> [Exercise prompt]
Give an exact copy of the lines of the records below, starting at the line containing "g in hidden" and running to the end.

[Saved data entries]

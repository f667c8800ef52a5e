"""Flow curves of a merged material: a panel for each temperature, with bands, repeats and the best law."""

from __future__ import annotations

import itertools
from typing import TYPE_CHECKING, Any, NamedTuple

import numpy as np

from shpb.arrays import FloatArray
from shpb.errors import InputError
from shpb.merge.campaign import Merged, MergedMaterial
from shpb.merge.material_curve import MaterialCurve, RateRange
from shpb.merge.model_fit import FlowCurve, ModelFit
from shpb.merge.repeats import Repeats
from shpb.view.ink import BODY, FAINT, INK, Scale, scale
from shpb.view.merge_labels import kelvin_words, listed, rate_words
from shpb.view.merge_pages import (
    COVERAGE,
    LAW_LINE,
    TINTS,
    Look,
    Sample,
    best_fit,
    fitted_to,
    header,
    key,
    law_words,
    looks,
    note,
    on_path,
    spread_over,
    temperature_groups,
)
from shpb.view.merge_panels import LABEL_STEP, Beside, beside, panel_grid, stress_scale
from shpb.view.page import Page, frame

if TYPE_CHECKING:
    from matplotlib.axes import Axes

_MOST_PANELS, _MOST_CURVES, _MOST_OUTLIERS = 6, 10, 3
_BESIDE = 1.28  # room for labels [in]
_WIDE = 0.08  # of the stress
_BEGINNING, _LEAST = (
    0.04,
    0.8,
)  # of the strain of a curve, and how far below what follows its first stress is shown
_GAP = 1.5  # steps of the grid beyond which a mean is broken


class _Panel(NamedTuple):
    """Conditions of one temperature: those drawn, and how many are not."""

    drawn: list[int]
    more: int


def flow_page(page: Page, merged: Merged, material: MergedMaterial) -> None:
    """Draw the page."""
    fit = best_fit(material)
    sentence = (
        "Mean of the repeats of each condition (n: how many) where they are valid. Dashes tell the rates of one range, "
        "slowest first; every line is named beside its panel by its mean rate. Each panel has a stress axis of its own."
    )
    header(page, merged, material, "flow curves", sentence)
    key(page, _key(material, fit))
    groups = temperature_groups(merged, material)
    shown = spread_over(len(groups), _MOST_PANELS)
    grid = panel_grid(len(shown), 3, _BESIDE)
    room = int(grid.height / LABEL_STEP)
    panels = [_chosen(material, groups[k], min(room, _MOST_CURVES)) for k in shown]
    styles = looks(material)
    strain = _strain_scale(material, [i for panel in panels for i in panel.drawn])
    for (left, bottom), panel in zip(grid.corners, panels, strict=True):
        axes = page.axes(left, bottom, grid.width, grid.height)
        kelvin = float(np.mean([material.conditions[i].temperature_k for i in panel.drawn]))
        heading = kelvin_words(kelvin) + (f", {panel.more} more conditions not drawn" if panel.more else "")
        page.text(left, bottom + grid.height + 0.07, heading, fontsize=BODY + 0.5, fontweight="bold")
        _panel(page, axes, material, panel, styles, fit, strain, room)
    note(page, _note(material, fit, [g for k, g in enumerate(groups) if k not in shown]))


def _chosen(material: MergedMaterial, group: list[int], most: int) -> _Panel:
    """At most ``most`` conditions of a temperature, spread over their rates."""
    by_rate = sorted(group, key=lambda i: material.conditions[i].mean_rate_per_s)
    drawn = [by_rate[k] for k in spread_over(len(by_rate), most)]
    return _Panel(drawn, len(group) - len(drawn))


def _key(material: MergedMaterial, fit: ModelFit | None) -> list[Sample]:
    present = dict.fromkeys(c.range for c in material.conditions)
    words = {RateRange.BAR: "bar", RateRange.QUASI_STATIC: "quasi-static"}
    found = [
        Sample(f"{words[name]}, band: own uncertainty of the mean, k = 2", Look(name, ()).line, TINTS[name])
        for name in present
    ]
    if any(np.ptp(c.count) for c in material.conditions):
        found.append(Sample("a repeat begins or ends", _end_mark(INK)))
    if any(c.outliers for c in material.conditions):
        found.append(Sample("outlying repeat, in the mean all the same", {"color": INK, "linewidth": 0.5}))
    if fit is not None:
        found.append(Sample(f"{fit.model.name}, grey outside its points", LAW_LINE))
    return found


def _end_mark(colour: str) -> dict[str, Any]:
    return {"color": colour, "linestyle": "none", "marker": "|", "markersize": 6.0, "markeredgewidth": 1.0}


def _strain_scale(material: MergedMaterial, drawn: list[int]) -> Scale:
    """Axis of plastic strain that all panels share."""
    return scale(0.0, 1.03 * max(float(material.conditions[i].plastic_strain[-1]) for i in drawn), 5)


def _stress_scale(material: MergedMaterial, drawn: list[int]) -> Scale:
    """Axis of stress that holds the means with their bands, and outlying repeats.

    Where a curve begins steeply, its first points and their wide band do not set the axis.
    """
    ends = []
    for condition in (material.conditions[i] for i in drawn):
        curves = [(condition.plastic_strain, condition.stress_pa)]
        curves += [(plastic, stress) for _, stress, plastic in _outlying(condition)]
        for strain, stress in curves:
            later = float(stress[strain >= strain[0] + _BEGINNING * (strain[-1] - strain[0])].min())
            ends += [max(float(stress.min()), _LEAST * later), float(stress.max())]
        half = np.minimum(COVERAGE * condition.u_own_pa, _WIDE * condition.stress_pa)
        ends.append(float((condition.stress_pa + half).max()))
    return stress_scale(np.array(ends) / 1e6)


def _panel(
    page: Page,
    axes: Axes,
    material: MergedMaterial,
    panel: _Panel,
    styles: list[Look],
    fit: ModelFit | None,
    strain: Scale,
    room: int,
) -> None:
    labels: list[Beside] = []
    named = 0
    frame(axes, strain, _stress_scale(material, panel.drawn), "true plastic strain", "true stress (MPa)")
    for i in panel.drawn:
        condition, look = material.conditions[i], styles[i]
        _draw_mean(axes, condition, look)
        if fit is not None and fitted_to(fit, i):
            _draw_law(axes, condition, fit)
        labels.append(
            Beside(
                float(condition.stress_pa[-1]) / 1e6,
                f"{rate_words(condition.mean_rate_per_s)}, {_counts(condition)}",
                look.line,
                float(condition.plastic_strain[-1]),
            )
        )
        for curve, stress, plastic in _outlying(condition):
            axes.plot(
                plastic, stress / 1e6, label=f"outlying {curve.origin}", color=look.colour, linewidth=0.5
            )
            if named < _MOST_OUTLIERS and len(panel.drawn) + named < room:
                thin = {"color": look.colour, "linewidth": 0.5}
                words = page.safe(curve.origin)
                labels.append(Beside(float(stress[-1]) / 1e6, words, thin, float(plastic[-1])))
                named += 1
    beside(page, axes, labels, _BESIDE)


def _counts(condition: Repeats) -> str:
    """How many repeats: "n 3", "n ≤ 3" where fewer are valid in places."""
    most = int(condition.count.max())
    return f"n {most}" if int(condition.count.min()) == most else f"n ≤ {most}"


def pieces(condition: Repeats) -> list[slice]:
    """Parts of the grid over which the same number of repeats is averaged without a gap."""
    strain = condition.plastic_strain
    if strain.size < 2:
        return [slice(0, strain.size)]
    step = float(np.median(np.diff(strain)))
    breaks = np.flatnonzero((np.diff(condition.count) != 0) | (np.diff(strain) > _GAP * step)) + 1
    ends = [0, *map(int, breaks), strain.size]
    return [slice(a, b) for a, b in itertools.pairwise(ends)]


def _draw_mean(axes: Axes, condition: Repeats, look: Look) -> None:
    strain, stress = condition.plastic_strain, condition.stress_pa / 1e6
    half = COVERAGE * condition.u_own_pa / 1e6
    parts = pieces(condition)
    for number, part in enumerate(parts):
        axes.fill_between(strain[part], (stress - half)[part], (stress + half)[part], color=TINTS[look.range],
                          linewidth=0, alpha=0.75, zorder=0.5)  # fmt: skip
        lone: dict[str, Any] = {"marker": "o", "markersize": 2.5} if part.stop - part.start == 1 else {}
        axes.plot(strain[part], stress[part], label="mean", **look.line, **lone, zorder=3)
        if number + 1 < len(parts):
            last = part.stop - 1
            axes.plot(strain[last], stress[last], label="_end", **_end_mark(look.colour), zorder=3.2)


def law_along(fit: ModelFit, condition: Repeats, strain: FloatArray) -> FlowCurve | None:
    """The law at the mean rate of a condition, on the path on which it was fitted; None where it has no value."""
    try:
        return fit.flow_curve(
            strain, condition.mean_rate_per_s, condition.temperature_k, adiabatic=on_path(fit, condition)
        )
    except InputError:
        return None


def _draw_law(axes: Axes, condition: Repeats, fit: ModelFit) -> None:
    ends = condition.plastic_strain[[0, -1]]
    curve = law_along(fit, condition, np.linspace(max(float(ends[0]), 0.0), float(ends[1]), 40))
    if curve is None:
        return
    outside = curve.extrapolated
    near = outside.copy()  # and the next point, so that the pieces join
    near[1:] |= outside[:-1]
    near[:-1] |= outside[1:]
    for part, colour, name in ((near, FAINT, "law, outside"), (~outside, INK, "law")):
        if part.any():
            values = np.where(part, curve.stress_pa / 1e6, np.nan)
            axes.plot(curve.plastic_strain, values, label=name, **{**LAW_LINE, "color": colour}, zorder=3.4)


def _outlying(condition: Repeats) -> list[tuple[MaterialCurve, FloatArray, FloatArray]]:
    """Outlying repeats with stress [Pa] and plastic strain inside their spans."""
    names = {name for one in condition.outliers for name in (one.origins or (one.origin,))}
    found = []
    for curve in condition.curves:
        if curve.origin in names:
            inside = (curve.plastic_strain >= curve.span[0]) & (curve.plastic_strain <= curve.span[1])
            if inside.any():
                found.append((curve, curve.stress_pa[inside], curve.plastic_strain[inside]))
    return found


def _note(material: MergedMaterial, fit: ModelFit | None, hidden: list[list[int]]) -> str:
    said = [law_words(material, fit)]
    odd = [
        f"{curve.origin} ({rate_words(condition.mean_rate_per_s)}, {condition.temperature_k:.0f} K)"
        for condition in material.conditions
        for curve, _, _ in _outlying(condition)
    ]
    if odd:
        said.append(f"Outlying: {listed(odd, 4)}.")
    if hidden:
        kelvin = [
            f"{np.mean([material.conditions[i].temperature_k for i in g]):.0f} K ({len(g)})" for g in hidden
        ]
        said.append(f"Not drawn, with their number of conditions: {listed(kelvin, 8)}.")
    return " ".join(said)


__all__ = ["flow_page", "law_along", "pieces"]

> [The answer]
            f"{np.mean([material.conditions[i].temperature_k for i in g]):.0f} K ({len(g)})" for g in hidden
        ]
        said.append(f"Not drawn, with their number of conditions: {listed(kelvin, 8)}.")
    return " ".join(said)


__all__ = ["flow_page", "law_along", "pieces"]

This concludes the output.